Even as the COVID-19 pandemic raged, state legislators continued to quietly pass laws that consolidate power in state capitals and take away local governments’ authority to protect public health. Oklahoma is the latest example.
On December 2, 2019, a bill was introduced in the Oklahoma State Legislature authorizing a program that defers prosecution for certain crimes. The bill moved through the legislature and various committees and onto the floor with minor amendments. Then, on May 13, 2020, legislators introduced a new version of the bill (PDF), “striking the Title, the Enacting Clause, the entire bill…,” renamed it to focus on the Catastrophic Health Emergency Powers Act, inserted new language and tacked the original deferred prosecution program onto the end.
The May version of the Oklahoma bill provided catastrophic health emergency powers to the governor and state officials. The bill ensured that only the governor could grant local officials clearly defined authorities during a catastrophic health emergency. As reported in the press, the bill stripped “local officials of the authority to separate ill or exposed people, issue vaccinations, and take other steps to prevent, manage, and contain health threats.”
On May 14, 2020, this new bill passed the Oklahoma House the day after it was introduced. It was sent to the Senate next, who adjourned without passing the bill but managed to pass a different preemptive law the next day. On May 15, 2020, the Oklahoma House passed a bill, previously passed by the Senate, preempting local authorities from passing “red flag” laws that restrict firearm access for people considered an imminent danger to themselves or others. The state legislature sent this bill to the governor the same day, and he signed it into law the following week.
These tactics are not new. This strategy is just one of many we found state legislators to have used to pass, obscure, and support preemption−often in favor of commercial interests and the at the behest of industry− from 2014 through 2018, in the context of tobacco control, firearms, paid sick leave, food and nutrition, and civil rights (notably related to LGBTQ discrimination).

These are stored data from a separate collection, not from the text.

// deletions leaves out one group of units after the other, the fits behind the acceleration: groups dealt at random, or neighbours where blocks are
// drawn.
func deletions(seed int64, units, block int) [][]float64 {
	groups := min((units+block-1)/block, mostDeletions)
	out := make([][]float64, groups)
	for g := range out {
		out[g] = make([]float64, units)
		for i := range out[g] {
			out[g][i] = 1
		}
	}
	if block > 1 {
		for i := range units {
			out[i*groups/units][i] = 0
		}
		return out
	}
	perm := rand.New(rand.NewPCG(uint64(seed), 0xde1e7e)).Perm(units)
	for i, k := range perm {
		out[i%groups][k] = 0
	}
	return out
}

// replicates holds what every alternative gave in every resample.
type replicates struct {
	q      int
	values [][]float64 // [alternative][resample*q + coefficient]: (constant, slopes); NaN where not identified
	chosen [][]float64 // [alternative][resample]: the value of the tuning, NaN without
}

func newReplicates(alternatives, count, q int) *replicates {
	r := &replicates{q: q, values: make([][]float64, alternatives), chosen: make([][]float64, alternatives)}
	for i := range r.values {
		r.values[i] = make([]float64, count*q)
		r.chosen[i] = make([]float64, count)
	}
	return r
}

// learn puts every choice, learned on its training rows, at place b: those of own where it has some, else shared.
func (r *replicates) learn(choices []choice, shared remedy.Training, own map[int]remedy.Training, b int) {
	for i, ch := range choices {
		t, has := own[i]
		if !has {
			t = shared
		}
		fit := ch.variant.Learn(t)
		to := r.values[i][b*r.q : (b+1)*r.q]
		k := r.q - len(fit.Slopes)
		if k == 1 {
			to[0] = t.Sample.ConstantFor(fit.Slopes)
		}
		copy(to[k:], fit.Slopes)
		for j, st := range fit.Status {
			if st == remedy.NotIdentified {
				to[k+j] = math.NaN()
			}
		}
		r.chosen[i][b] = math.NaN()
		if fit.Tuning != nil {
			r.chosen[i][b] = fit.Tuning.Values[fit.Tuning.Chosen]
		}
	}
}

// resample repeats the whole procedure and fills in the spread of every coefficient.
func (c *Comparison) resample(ctx context.Context, red *reduction.Reduction, choices []choice, opt Options) error {
	count := c.Study.Resamples
	if count <= 0 {
		return nil
	}
	source := c.rowSource(red)
	c.Resampling = Resampling{Count: count, Kind: source.kind, Units: source.units, Block: source.block, Folds: source.folds}
	if source.units < 2 {
		return nil
	}
	deleted := deletions(c.Study.Seed, source.units, source.block)
	c.Resampling.Deletions = len(deleted)
	q := red.P
	if red.Constant {
		q++
	}
	own := map[int]*rowSource{}
	for i, a := range c.Alternatives {
		if a.own != nil {
			own[i] = source.own(a.own)
		}
	}
	drawn := newReplicates(len(choices), count, q)
	jack := newReplicates(len(choices), len(deleted), q)
	total := count + len(deleted)
	var mu sync.Mutex
	done := 0
	err := each(ctx, (total+batch-1)/batch, opt.Workers, func(k int) {
		var weights [][]float64
		for b := k * batch; b < min(total, (k+1)*batch); b++ {
			if b < count {
				weights = append(weights, draw(c.Study.Seed, b, source.units, source.block))
			} else {
				weights = append(weights, deleted[b-count])
			}
		}
		apart := map[int][]*parts{}
		for i, s := range own {
			apart[i] = s.weighted(weights)
		}
		for i, p := range source.weighted(weights) {
			if ctx.Err() != nil {
				return
			}
			t := map[int]remedy.Training{}
			for j, list := range apart {
				t[j] = list[i].whole()
			}
			if b := k*batch + i; b < count {
				drawn.learn(choices, p.whole(), t, b)
			} else {
				jack.learn(choices, p.whole(), t, b-count)
			}
		}
		if opt.Progress != nil {
			mu.Lock()
			done += len(weights)
			opt.Progress("resamples learned", done, total)
			mu.Unlock()
		}
	})
	if err != nil {
		return err
	}
	return each(ctx, len(c.Alternatives), opt.Workers, func(i int) {
		a := c.Alternatives[i]
		for _, list := range [][]Coefficient{a.Coefficients, a.Derived} {
			for j := range list {
				list[j].Resampled = spread(&list[j], drawn.combine(i, list[j].weights), jack.combine(i, list[j].weights))
			}
		}
		a.noteKept()
		if t := a.Fitted.Tuning; t != nil && !t.Fixed {
			a.TuningResampled = tuned(t.Values, drawn.chosen[i])
		}
	})
}

// noteKept says how often each regressor was kept, where some are set to zero in some resamples and kept in others.
func (a *Alternative) noteKept() {
	var parts []string
	changes := false
	for _, k := range a.Coefficients {
		if k.Resampled == nil || k.Resampled.Used < 2 || k.Name == "constant" {
			continue
		}
		z := k.Resampled.Zero()
		changes = changes || (z > 0 && z < 1)
		parts = append(parts, k.Name+" "+figures.Percent(1-z))
	}
	if changes {
		a.Description.Notes = append(a.Description.Notes, remedy.Note{Code: "kept-in-resamples", Text: "kept in so many of the resamples: " + strings.Join(parts, ", ")})
	}
}

// combine gives the combination w of (constant, slopes) in every resample of alternative i.
func (r *replicates) combine(i int, w []float64) []float64 {
	n := len(r.chosen[i])
	out := make([]float64, n)
	for j, x := range w {
		if x == 0 {
			continue
		}
		for b := range out {
			out[b] += x * r.values[i][b*r.q+j]
		}
	}
	return out
}

// spread sums up the resampled values of a coefficient; nil where it has no value of its own.
func spread(c *Coefficient, values, deleted []float64) *Resampled {
	if c.Status == remedy.NotIdentified {
		return nil
	}
	v := make([]float64, 0, len(values))
	for _, x := range values {
		if !math.IsNaN(x) {
			v = append(v, x)
		}
	}
	nan := math.NaN()
	r := &Resampled{SE: nan, Low: nan, High: nan, AccLow: nan, AccHigh: nan, Used: len(v), Acceleration: nan, BiasOffset: nan}
	if len(v) < 2 {
		return r
	}
	slices.Sort(v)
	n := float64(len(v))
	mean, below := 0.0, 0.0
	negative, positive := 0, 0
	for _, x := range v {
		mean += x / n
		switch {
		case x < 0:
			negative++
		case x > 0:
			positive++
		}
		switch {
		case x < c.Estimate:
			below++
		case x == c.Estimate:
			below += 0.5
		}
	}
	r.Negative, r.Positive = float64(negative)/n, float64(positive)/n
	ss := 0.0
	for _, x := range v {
		ss += (x - mean) * (x - mean)
	}
	r.SE = math.Sqrt(ss / (n - 1))
	if len(v) < 39 { // no 2.5 % point lies inside
		return r
	}
	r.Low, r.High = quantile(v, 0.025), quantile(v, 0.975)
	r.BiasOffset = tail.NormalQuantile(below / n)
	r.Acceleration = acceleration(deleted)
	r.AccLow, r.AccHigh = accelerated(v, r.BiasOffset, r.Acceleration)
	return r
}

// quantile returns the p-th quantile of sorted values: order statistic (n+1)p, between neighbours in proportion.
func quantile(sorted []float64, p float64) float64 {
	n := len(sorted)
	h := p*float64(n+1) - 1
	if h <= 0 {
		return sorted[0]
	}
	if h >= float64(n-1) {
		return sorted[n-1]
	}
	i := int(h)
	f := h - float64(i)
	if f == 0 {
		return sorted[i]
	}
	return sorted[i] + f*(sorted[i+1]-sorted[i])
}

// acceleration is sum d^3 / (6 (sum d^2)^1.5) with d the mean of the delete-a-group values less each of them.
//
// Source: Efron (1987), Journal of the American Statistical Association 82(397), 171-185, with the jackknife for the influence of each unit.
func acceleration(deleted []float64) float64 {
	mean, n := 0.0, 0.0
	for _, v := range deleted {
		if !math.IsNaN(v) {
			mean += v
			n++
		}
	}
	if n < 2 {
		return math.NaN()
	}
	mean /= n
	var two, three float64
	for _, v := range deleted {
		if d := mean - v; !math.IsNaN(d) {
			two += d * d
			three += d * d * d
		}
	}
	if two == 0 {
		return 0
	}
	return three / (6 * math.Pow(two, 1.5))
}

// accelerated returns the 95 % interval with bias correction z0 and acceleration a: the quantiles of the sorted values at
// Phi(z0 + (z0+z)/(1 - a (z0+z))), z the normal 2.5 and 97.5 % points; NaN where z0 is infinite, or a is so large that the formula turns over.
//
// Source: Efron (1987), Journal of the American Statistical Association 82(397), 171-185.
func accelerated(sorted []float64, z0, a float64) (low, high float64) {
	if math.IsInf(z0, 0) || math.IsNaN(z0+a) {
		return math.NaN(), math.NaN()
	}
	at := func(p float64) float64 {
		z := z0 + tail.NormalQuantile(p)
		d := 1 - a*z
		if d <= 0 {
			return math.NaN()
		}
		return quantile(sorted, tail.Normal(z0+z/d))
	}
	low, high = at(0.025), at(0.975)
	if math.IsNaN(low + high) {
		return math.NaN(), math.NaN()
	}
	return low, high
}

// tuned counts the chosen values.
func tuned(values, chosen []float64) *TuningResampled {
	t := &TuningResampled{Shares: make([]float64, len(values))}
	sorted := slices.Clone(chosen)
	slices.Sort(sorted)
	for _, v := range sorted {
		if i := slices.Index(values, v); i >= 0 {
			t.Shares[i]++
		}
	}
	for i := range t.Shares {
		t.Shares[i] /= float64(len(sorted))
	}
	t.Low, t.Median, t.High = quantile(sorted, 0.025), quantile(sorted, 0.5), quantile(sorted, 0.975)
	return t
}

// Sentence says how the resamples were drawn.
func (r Resampling) Sentence() string {
	if r.Count == 0 {
		return "The procedure was not resampled."
	}
	var what string
	switch r.Kind {
	case DrawRows:
		what = fmt.Sprintf("%d rows drawn with replacement", r.Units)
	case DrawGroups:
		what = fmt.Sprintf("%d groups of rows, dealt at random, drawn with replacement", r.Units)
	case DrawClusters:
		what = fmt.Sprintf("%d whole clusters drawn with replacement", r.Units)
	case DrawBlocks:
		what = fmt.Sprintf("%d periods, drawn with replacement in blocks of %d neighbours", r.Units, r.Block)
	}
	return fmt.Sprintf("%d resamples, each of %s; a row keeps its fold, and tuning is chosen again in each by %d-fold cross-validation.", r.Count, what, r.Folds)
}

Our study, published in the American Journal of Preventive Medicine, found that state legislators
(1) passed preemptive bills quickly (in less than one month); (2) obscured their actions by adding preemption to preexisting bills on unrelated topics, bundling preemption of multiple unrelated topics or titling bills in ways that did not reflect a bill’s substance; (3) publicly repealed a controversial law preempting civil rights and paid sick leave but replacing it with identical preemption; (4) preempted litigation; and (5), in the context of firearms, enacted punitive preemption, allowing local governments and officials to be sued for acting in a way the state deems preempted.
Though we found that most preemptive bills passed through state legislature in two to six months, we identified 11 bills that passed through both houses in fewer than 19 days, most within 1 to 4 days. We also identified four instances, in addition to the Oklahoma emergency powers bill described above, where preemption was added to preexisting bills on unrelated topics:
- Preemption of paid sick leave was added to a bill outlawing puppy mills in Ohio.
- Preemption of food and nutrition policy was added to a California state budget bill.
- Preemption of tobacco control was added to a bill addressing kidney disease and funding dialysis centers in Hawaii.
- A Pennsylvania bill establishing scholarship programs was gutted and replaced with a state budget that included the preemption of tobacco control within days.
These preemption strategies, employed by state policymakers and other proponents, obscure not only the public debate about preemption but the underlying public health and social justice issues at stake. And our research suggests that legislators may be increasing their use of these strategies to obscure preemption.